Records shown:
impl Screen {
    fn open() -> Result<Screen, Error> {
        let before = std::panic::take_hook();
        std::panic::set_hook(Box::new(move |info| {
            let _ = give_back();
            before(info);
        }));
        take()?;
        let mut screen = Screen {
            terminal: Terminal::new(CrosstermBackend::new(io::stdout()))?,
        };
        screen.redraw()?;
        Ok(screen)
    }

    fn suspend(&mut self) -> Result<(), Error> {
        give_back()?;
        signal_hook::low_level::emulate_default_handler(signal_hook::consts::SIGTSTP)?;
        take()?;
        self.redraw()
    }

    /// Clears the terminal and forgets what stood there, so that the next frame draws everything.
    ///
    /// `Terminal::clear` would ask the terminal where its cursor is, which takes long on a slow line
    /// and fails where nothing answers.
    fn redraw(&mut self) -> Result<(), Error> {
        self.terminal.backend_mut().clear()?;
        self.terminal.swap_buffers();
        Ok(())
    }
}

impl Drop for Screen {
    fn drop(&mut self) {
        let _ = give_back();
        let _ = self.terminal.show_cursor();
    }
}

fn take() -> io::Result<()> {
    enable_raw_mode()?;
    execute!(io::stdout(), EnterAlternateScreen, EnableBracketedPaste)
}

fn give_back() -> io::Result<()> {
    disable_raw_mode()?;
    execute!(io::stdout(), DisableBracketedPaste, LeaveAlternateScreen)
}

#[cfg(test)]
mod tests {
    use super::*;
    use crossterm::event::{KeyCode, KeyEvent, KeyModifiers, MouseEvent, MouseEventKind};

    /// A desk in a fresh folder.
    fn desk(dir: &std::path::Path) -> Desk {
        use crate::actions::{DeskOptions, Kdf, NewStore, Secret, init};
        let new = NewStore {
            programme: "Quillmere".into(),
            station: "east".into(),
            notation: crate::domain::acuity::Notation::Feet,
            secret: Secret::None,
            kdf: Kdf::test(),
        };
        let (mut desk, _) = init(dir, new, &DeskOptions::default()).expect("a store");
        desk.add_screener("JI", "J. Imani").expect("a screener");
        desk.add_site("QE", "Quillmere East").expect("a site");
        let on = |m, d| chrono::NaiveDate::from_ymd_opt(2026, m, d).expect("a date");
        desk.add_term("2026A", "Autumn 2026", on(8, 1), on(12, 31))
            .expect("a term");
        desk
    }

    #[test]
    fn whatever_was_asked_before_leaving_is_written_and_a_refusal_is_told() {
        use crate::actions::{NewDay, StationChange};
        let folder = tempfile::tempdir().expect("a folder");
        let clerk = Clerk::new(desk(&folder.path().join("store")));
        let (to_store, jobs) = channel();
        let (answers, from_store) = channel();
        let day = NewDay {
            site: "QE".into(),
            date: chrono::NaiveDate::from_ymd_opt(2026, 10, 14).expect("a date"),
            protocol: "us-school".into(),
            method: crate::domain::codes::AcuityMethod::Threshold,
        };
        let nobody = uuid::Uuid::from_u128(7);
        for request in [
            Request::Days,
            Request::NewDay(day),
            Request::SetStation(StationChange {
                masked: Some(true),
                ..StationChange::default()
            }),
            Request::Screener("J. Imani".into()),
            Request::Prefer("theme", "dark".into()),
            Request::Retract(nobody, "never seen".into()),
        ] {
            assert!(to_store.send(Job::Ask(Box::new(request))).is_ok());
        }
        drop(to_store);
        serve(clerk, &jobs, &answers, &AtomicBool::new(true));
        let refused = unseen(&from_store);
        assert_eq!(refused.len(), 1, "only the retraction: {refused:?}");
        let options = crate::actions::DeskOptions::default();
        let secret = crate::actions::Secret::None;
        let desk = Desk::open(&folder.path().join("store"), &secret, &options).expect("a desk");
        assert_eq!(desk.days().expect("days").len(), 1);
        assert!(desk.station_role().expect("a role").masked);
        assert_eq!(desk.screener().as_deref(), Some("J. Imani"));
        assert_eq!(desk.preference("theme").as_deref(), Some("dark"));
    }

    #[test]
    fn a_repeat_is_a_press_and_a_release_or_the_mouse_is_nothing() {
        let event = |kind| {
            let key = KeyEvent::new_with_kind(KeyCode::Char('2'), KeyModifiers::NONE, kind);
            message_of(Event::Key(key))
        };
        for kind in [KeyEventKind::Press, KeyEventKind::Repeat] {
            assert!(matches!(event(kind), Some(Message::Key(key)) if key == Key::char('2')));
        }
        assert!(event(KeyEventKind::Release).is_none());
        let mouse = MouseEvent {
            kind: MouseEventKind::Moved,
            column: 1,
            row: 1,
            modifiers: KeyModifiers::NONE,
        };
        assert!(message_of(Event::Mouse(mouse)).is_none());
    }
}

What to do: Every line of the material above must be duplicated exactly.

Answer to this exercise:
impl Screen {
    fn open() -> Result<Screen, Error> {
        let before = std::panic::take_hook();
        std::panic::set_hook(Box::new(move |info| {
            let _ = give_back();
            before(info);
        }));
        take()?;
        let mut screen = Screen {
            terminal: Terminal::new(CrosstermBackend::new(io::stdout()))?,
        };
        screen.redraw()?;
        Ok(screen)
    }

    fn suspend(&mut self) -> Result<(), Error> {
        give_back()?;
        signal_hook::low_level::emulate_default_handler(signal_hook::consts::SIGTSTP)?;
        take()?;
        self.redraw()
    }

    /// Clears the terminal and forgets what stood there, so that the next frame draws everything.
    ///
    /// `Terminal::clear` would ask the terminal where its cursor is, which takes long on a slow line
    /// and fails where nothing answers.
    fn redraw(&mut self) -> Result<(), Error> {
        self.terminal.backend_mut().clear()?;
        self.terminal.swap_buffers();
        Ok(())
    }
}

impl Drop for Screen {
    fn drop(&mut self) {
        let _ = give_back();
        let _ = self.terminal.show_cursor();
    }
}

fn take() -> io::Result<()> {
    enable_raw_mode()?;
    execute!(io::stdout(), EnterAlternateScreen, EnableBracketedPaste)
}

fn give_back() -> io::Result<()> {
    disable_raw_mode()?;
    execute!(io::stdout(), DisableBracketedPaste, LeaveAlternateScreen)
}

#[cfg(test)]
mod tests {
    use super::*;
    use crossterm::event::{KeyCode, KeyEvent, KeyModifiers, MouseEvent, MouseEventKind};

    /// A desk in a fresh folder.
    fn desk(dir: &std::path::Path) -> Desk {
        use crate::actions::{DeskOptions, Kdf, NewStore, Secret, init};
        let new = NewStore {
            programme: "Quillmere".into(),
            station: "east".into(),
            notation: crate::domain::acuity::Notation::Feet,
            secret: Secret::None,
            kdf: Kdf::test(),
        };
        let (mut desk, _) = init(dir, new, &DeskOptions::default()).expect("a store");
        desk.add_screener("JI", "J. Imani").expect("a screener");
        desk.add_site("QE", "Quillmere East").expect("a site");
        let on = |m, d| chrono::NaiveDate::from_ymd_opt(2026, m, d).expect("a date");
        desk.add_term("2026A", "Autumn 2026", on(8, 1), on(12, 31))
            .expect("a term");
        desk
    }

    #[test]
    fn whatever_was_asked_before_leaving_is_written_and_a_refusal_is_told() {
        use crate::actions::{NewDay, StationChange};
        let folder = tempfile::tempdir().expect("a folder");
        let clerk = Clerk::new(desk(&folder.path().join("store")));
        let (to_store, jobs) = channel();
        let (answers, from_store) = channel();
        let day = NewDay {
            site: "QE".into(),
            date: chrono::NaiveDate::from_ymd_opt(2026, 10, 14).expect("a date"),
            protocol: "us-school".into(),
            method: crate::domain::codes::AcuityMethod::Threshold,
        };
        let nobody = uuid::Uuid::from_u128(7);
        for request in [
            Request::Days,
            Request::NewDay(day),
            Request::SetStation(StationChange {
                masked: Some(true),
                ..StationChange::default()
            }),
            Request::Screener("J. Imani".into()),
            Request::Prefer("theme", "dark".into()),
            Request::Retract(nobody, "never seen".into()),
        ] {
            assert!(to_store.send(Job::Ask(Box::new(request))).is_ok());
        }
        drop(to_store);
        serve(clerk, &jobs, &answers, &AtomicBool::new(true));
        let refused = unseen(&from_store);
        assert_eq!(refused.len(), 1, "only the retraction: {refused:?}");
        let options = crate::actions::DeskOptions::default();
        let secret = crate::actions::Secret::None;
        let desk = Desk::open(&folder.path().join("store"), &secret, &options).expect("a desk");
        assert_eq!(desk.days().expect("days").len(), 1);
        assert!(desk.station_role().expect("a role").masked);
        assert_eq!(desk.screener().as_deref(), Some("J. Imani"));
        assert_eq!(desk.preference("theme").as_deref(), Some("dark"));
    }

    #[test]
    fn a_repeat_is_a_press_and_a_release_or_the_mouse_is_nothing() {
        let event = |kind| {
            let key = KeyEvent::new_with_kind(KeyCode::Char('2'), KeyModifiers::NONE, kind);
            message_of(Event::Key(key))
        };
        for kind in [KeyEventKind::Press, KeyEventKind::Repeat] {
            assert!(matches!(event(kind), Some(Message::Key(key)) if key == Key::char('2')));
        }
        assert!(event(KeyEventKind::Release).is_none());
        let mouse = MouseEvent {
            kind: MouseEventKind::Moved,
            column: 1,
            row: 1,
            modifiers: KeyModifiers::NONE,
        };
        assert!(message_of(Event::Mouse(mouse)).is_none());
    }
}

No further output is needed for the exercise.